* About this task:
Of the lines in the data below, write out exactly those from the one holding "the null every" through the one holding "hot hand in", both included.

[Dataset entries]

================================

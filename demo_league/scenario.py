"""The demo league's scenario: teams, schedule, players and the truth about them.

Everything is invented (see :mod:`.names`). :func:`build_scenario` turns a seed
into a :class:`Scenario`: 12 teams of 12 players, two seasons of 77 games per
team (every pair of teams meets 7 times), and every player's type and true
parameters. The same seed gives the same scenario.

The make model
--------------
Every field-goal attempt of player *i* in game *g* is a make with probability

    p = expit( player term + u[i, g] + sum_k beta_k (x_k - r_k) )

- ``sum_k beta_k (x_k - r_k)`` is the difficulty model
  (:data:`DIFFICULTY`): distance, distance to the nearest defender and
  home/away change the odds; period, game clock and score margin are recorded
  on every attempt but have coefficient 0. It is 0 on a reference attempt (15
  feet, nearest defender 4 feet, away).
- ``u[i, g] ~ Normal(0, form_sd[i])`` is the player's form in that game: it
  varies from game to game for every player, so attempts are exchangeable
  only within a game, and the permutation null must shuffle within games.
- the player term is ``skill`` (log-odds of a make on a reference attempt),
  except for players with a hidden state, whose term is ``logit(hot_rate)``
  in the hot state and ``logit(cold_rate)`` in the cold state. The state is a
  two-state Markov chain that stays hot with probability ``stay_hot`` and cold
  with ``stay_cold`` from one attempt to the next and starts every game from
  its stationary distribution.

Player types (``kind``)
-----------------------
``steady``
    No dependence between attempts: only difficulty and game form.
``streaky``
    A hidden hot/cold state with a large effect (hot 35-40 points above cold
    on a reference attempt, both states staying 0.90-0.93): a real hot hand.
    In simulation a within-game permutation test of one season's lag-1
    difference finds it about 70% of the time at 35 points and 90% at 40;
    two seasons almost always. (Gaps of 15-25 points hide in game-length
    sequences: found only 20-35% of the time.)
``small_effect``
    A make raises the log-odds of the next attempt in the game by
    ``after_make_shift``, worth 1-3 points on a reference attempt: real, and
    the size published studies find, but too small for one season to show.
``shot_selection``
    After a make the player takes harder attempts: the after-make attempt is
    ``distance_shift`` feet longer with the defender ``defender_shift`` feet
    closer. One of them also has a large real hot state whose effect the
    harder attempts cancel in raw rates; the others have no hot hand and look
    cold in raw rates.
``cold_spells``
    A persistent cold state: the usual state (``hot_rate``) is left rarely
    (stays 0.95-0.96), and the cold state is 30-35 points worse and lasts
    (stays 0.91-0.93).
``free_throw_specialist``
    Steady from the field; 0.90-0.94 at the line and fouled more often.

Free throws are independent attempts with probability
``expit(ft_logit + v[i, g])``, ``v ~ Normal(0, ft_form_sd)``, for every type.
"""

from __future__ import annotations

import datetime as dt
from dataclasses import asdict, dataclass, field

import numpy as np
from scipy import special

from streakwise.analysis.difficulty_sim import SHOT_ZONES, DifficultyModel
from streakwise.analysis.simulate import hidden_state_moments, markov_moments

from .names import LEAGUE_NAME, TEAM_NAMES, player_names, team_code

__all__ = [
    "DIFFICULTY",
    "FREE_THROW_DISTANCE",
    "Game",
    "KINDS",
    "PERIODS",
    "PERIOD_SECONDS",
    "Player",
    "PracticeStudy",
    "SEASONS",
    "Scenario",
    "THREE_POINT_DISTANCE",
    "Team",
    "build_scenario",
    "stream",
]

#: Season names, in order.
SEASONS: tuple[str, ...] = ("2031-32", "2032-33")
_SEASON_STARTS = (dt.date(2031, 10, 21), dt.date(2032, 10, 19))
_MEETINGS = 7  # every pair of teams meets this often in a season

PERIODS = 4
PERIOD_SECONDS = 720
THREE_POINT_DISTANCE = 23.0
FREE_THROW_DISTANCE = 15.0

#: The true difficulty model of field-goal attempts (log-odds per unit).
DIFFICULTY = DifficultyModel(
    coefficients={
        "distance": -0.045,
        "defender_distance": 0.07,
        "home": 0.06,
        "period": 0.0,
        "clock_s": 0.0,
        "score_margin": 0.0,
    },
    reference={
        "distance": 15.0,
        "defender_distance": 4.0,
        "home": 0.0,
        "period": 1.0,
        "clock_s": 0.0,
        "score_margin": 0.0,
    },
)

================================

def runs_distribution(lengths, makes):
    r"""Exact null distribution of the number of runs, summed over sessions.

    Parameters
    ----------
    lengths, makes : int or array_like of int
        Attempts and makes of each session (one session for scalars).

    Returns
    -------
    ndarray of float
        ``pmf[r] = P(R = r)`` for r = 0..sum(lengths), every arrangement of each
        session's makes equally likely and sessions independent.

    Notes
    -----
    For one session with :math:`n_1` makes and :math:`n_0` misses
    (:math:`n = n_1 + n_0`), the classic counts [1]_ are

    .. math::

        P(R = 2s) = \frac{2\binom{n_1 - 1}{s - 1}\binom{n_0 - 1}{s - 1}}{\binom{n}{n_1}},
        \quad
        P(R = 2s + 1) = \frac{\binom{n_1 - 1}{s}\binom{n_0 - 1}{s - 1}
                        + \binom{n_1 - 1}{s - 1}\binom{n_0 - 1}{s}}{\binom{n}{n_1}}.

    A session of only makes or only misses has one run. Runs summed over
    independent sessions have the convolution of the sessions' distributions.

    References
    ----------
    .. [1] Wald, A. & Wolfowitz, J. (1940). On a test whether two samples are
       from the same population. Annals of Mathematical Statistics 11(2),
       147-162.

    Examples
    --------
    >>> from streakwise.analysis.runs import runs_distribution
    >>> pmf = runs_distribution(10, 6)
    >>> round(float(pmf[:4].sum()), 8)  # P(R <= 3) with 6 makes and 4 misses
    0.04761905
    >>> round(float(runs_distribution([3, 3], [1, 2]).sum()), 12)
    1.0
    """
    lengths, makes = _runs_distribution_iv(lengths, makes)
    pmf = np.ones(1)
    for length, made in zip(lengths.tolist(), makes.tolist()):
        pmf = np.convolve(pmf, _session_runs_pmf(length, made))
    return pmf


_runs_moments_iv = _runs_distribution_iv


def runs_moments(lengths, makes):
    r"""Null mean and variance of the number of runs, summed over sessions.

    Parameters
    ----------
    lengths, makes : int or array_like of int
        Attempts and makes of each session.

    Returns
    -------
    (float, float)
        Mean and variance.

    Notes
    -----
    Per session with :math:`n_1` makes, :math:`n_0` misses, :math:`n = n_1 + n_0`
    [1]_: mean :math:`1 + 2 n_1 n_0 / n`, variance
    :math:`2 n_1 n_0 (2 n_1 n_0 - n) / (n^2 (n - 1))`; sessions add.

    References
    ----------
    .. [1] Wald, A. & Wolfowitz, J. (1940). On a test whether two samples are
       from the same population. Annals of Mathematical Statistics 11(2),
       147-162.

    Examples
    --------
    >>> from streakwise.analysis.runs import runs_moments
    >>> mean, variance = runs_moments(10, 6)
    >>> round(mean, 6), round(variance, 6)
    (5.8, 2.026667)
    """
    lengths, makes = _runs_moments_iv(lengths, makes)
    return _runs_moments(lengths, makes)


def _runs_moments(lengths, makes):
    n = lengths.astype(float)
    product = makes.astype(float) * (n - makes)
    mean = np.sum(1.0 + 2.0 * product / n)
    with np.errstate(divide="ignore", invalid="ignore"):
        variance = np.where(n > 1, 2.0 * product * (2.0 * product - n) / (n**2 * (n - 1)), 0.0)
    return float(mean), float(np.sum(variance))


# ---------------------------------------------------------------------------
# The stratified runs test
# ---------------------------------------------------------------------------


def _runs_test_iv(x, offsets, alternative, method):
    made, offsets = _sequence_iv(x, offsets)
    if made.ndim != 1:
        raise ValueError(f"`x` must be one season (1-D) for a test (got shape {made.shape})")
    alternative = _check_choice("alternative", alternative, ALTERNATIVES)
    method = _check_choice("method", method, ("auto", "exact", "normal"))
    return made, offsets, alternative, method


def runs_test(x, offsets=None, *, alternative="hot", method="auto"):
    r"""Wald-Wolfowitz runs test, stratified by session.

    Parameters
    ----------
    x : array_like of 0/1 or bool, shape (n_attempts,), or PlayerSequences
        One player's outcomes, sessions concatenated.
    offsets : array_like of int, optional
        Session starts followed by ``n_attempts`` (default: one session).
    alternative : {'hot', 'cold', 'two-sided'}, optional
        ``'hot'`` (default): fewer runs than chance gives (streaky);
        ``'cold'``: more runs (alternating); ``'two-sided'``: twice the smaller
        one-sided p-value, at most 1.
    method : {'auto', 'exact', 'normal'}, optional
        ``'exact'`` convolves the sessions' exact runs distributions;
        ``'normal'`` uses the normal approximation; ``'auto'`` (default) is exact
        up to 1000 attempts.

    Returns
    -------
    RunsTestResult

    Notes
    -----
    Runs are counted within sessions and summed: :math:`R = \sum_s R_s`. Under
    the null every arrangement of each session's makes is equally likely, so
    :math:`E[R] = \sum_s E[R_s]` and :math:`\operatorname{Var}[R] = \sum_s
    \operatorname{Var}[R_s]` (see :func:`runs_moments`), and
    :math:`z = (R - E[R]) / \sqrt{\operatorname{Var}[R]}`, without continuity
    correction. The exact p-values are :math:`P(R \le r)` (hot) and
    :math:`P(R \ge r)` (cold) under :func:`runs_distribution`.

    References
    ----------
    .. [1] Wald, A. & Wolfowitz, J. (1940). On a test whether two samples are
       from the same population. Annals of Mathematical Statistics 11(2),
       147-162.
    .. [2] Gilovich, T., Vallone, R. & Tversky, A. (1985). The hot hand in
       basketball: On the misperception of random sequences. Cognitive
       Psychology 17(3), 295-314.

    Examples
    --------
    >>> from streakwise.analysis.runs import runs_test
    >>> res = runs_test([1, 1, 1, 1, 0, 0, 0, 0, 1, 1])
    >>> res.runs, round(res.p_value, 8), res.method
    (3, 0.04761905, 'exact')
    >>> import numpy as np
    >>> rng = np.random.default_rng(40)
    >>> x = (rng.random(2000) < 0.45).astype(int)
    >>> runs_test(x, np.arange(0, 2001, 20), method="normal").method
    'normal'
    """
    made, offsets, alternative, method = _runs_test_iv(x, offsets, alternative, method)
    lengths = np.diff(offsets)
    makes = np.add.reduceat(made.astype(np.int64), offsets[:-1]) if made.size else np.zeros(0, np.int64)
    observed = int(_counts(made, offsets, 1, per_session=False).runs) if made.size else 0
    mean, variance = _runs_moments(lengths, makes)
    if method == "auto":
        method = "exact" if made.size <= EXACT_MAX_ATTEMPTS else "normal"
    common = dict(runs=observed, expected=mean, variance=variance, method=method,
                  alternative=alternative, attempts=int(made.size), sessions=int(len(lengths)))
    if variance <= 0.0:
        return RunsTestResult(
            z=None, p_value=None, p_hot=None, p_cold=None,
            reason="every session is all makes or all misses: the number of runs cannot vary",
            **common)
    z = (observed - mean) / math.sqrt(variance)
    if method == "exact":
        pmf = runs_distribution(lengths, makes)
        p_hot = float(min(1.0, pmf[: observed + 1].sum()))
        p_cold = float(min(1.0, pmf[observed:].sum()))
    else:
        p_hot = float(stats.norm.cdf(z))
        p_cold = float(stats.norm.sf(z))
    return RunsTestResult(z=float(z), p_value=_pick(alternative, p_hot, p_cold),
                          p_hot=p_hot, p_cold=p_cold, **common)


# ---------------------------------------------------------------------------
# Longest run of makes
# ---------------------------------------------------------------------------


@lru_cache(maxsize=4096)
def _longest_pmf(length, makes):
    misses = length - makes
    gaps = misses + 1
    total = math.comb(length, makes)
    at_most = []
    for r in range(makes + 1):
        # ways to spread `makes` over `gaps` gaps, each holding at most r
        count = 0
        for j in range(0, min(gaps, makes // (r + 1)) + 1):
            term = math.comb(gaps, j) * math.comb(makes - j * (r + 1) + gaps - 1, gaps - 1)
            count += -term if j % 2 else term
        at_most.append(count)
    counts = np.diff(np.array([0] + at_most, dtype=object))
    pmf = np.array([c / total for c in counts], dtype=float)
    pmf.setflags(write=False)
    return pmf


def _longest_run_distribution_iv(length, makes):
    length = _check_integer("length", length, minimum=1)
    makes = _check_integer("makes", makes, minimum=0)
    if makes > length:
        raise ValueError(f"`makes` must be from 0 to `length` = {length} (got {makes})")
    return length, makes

================================

* Task result:
    the null every arrangement of each session's makes is equally likely, so
    :math:`E[R] = \sum_s E[R_s]` and :math:`\operatorname{Var}[R] = \sum_s
    \operatorname{Var}[R_s]` (see :func:`runs_moments`), and
    :math:`z = (R - E[R]) / \sqrt{\operatorname{Var}[R]}`, without continuity
    correction. The exact p-values are :math:`P(R \le r)` (hot) and
    :math:`P(R \ge r)` (cold) under :func:`runs_distribution`.

    References
    ----------
    .. [1] Wald, A. & Wolfowitz, J. (1940). On a test whether two samples are
       from the same population. Annals of Mathematical Statistics 11(2),
       147-162.
    .. [2] Gilovich, T., Vallone, R. & Tversky, A. (1985). The hot hand in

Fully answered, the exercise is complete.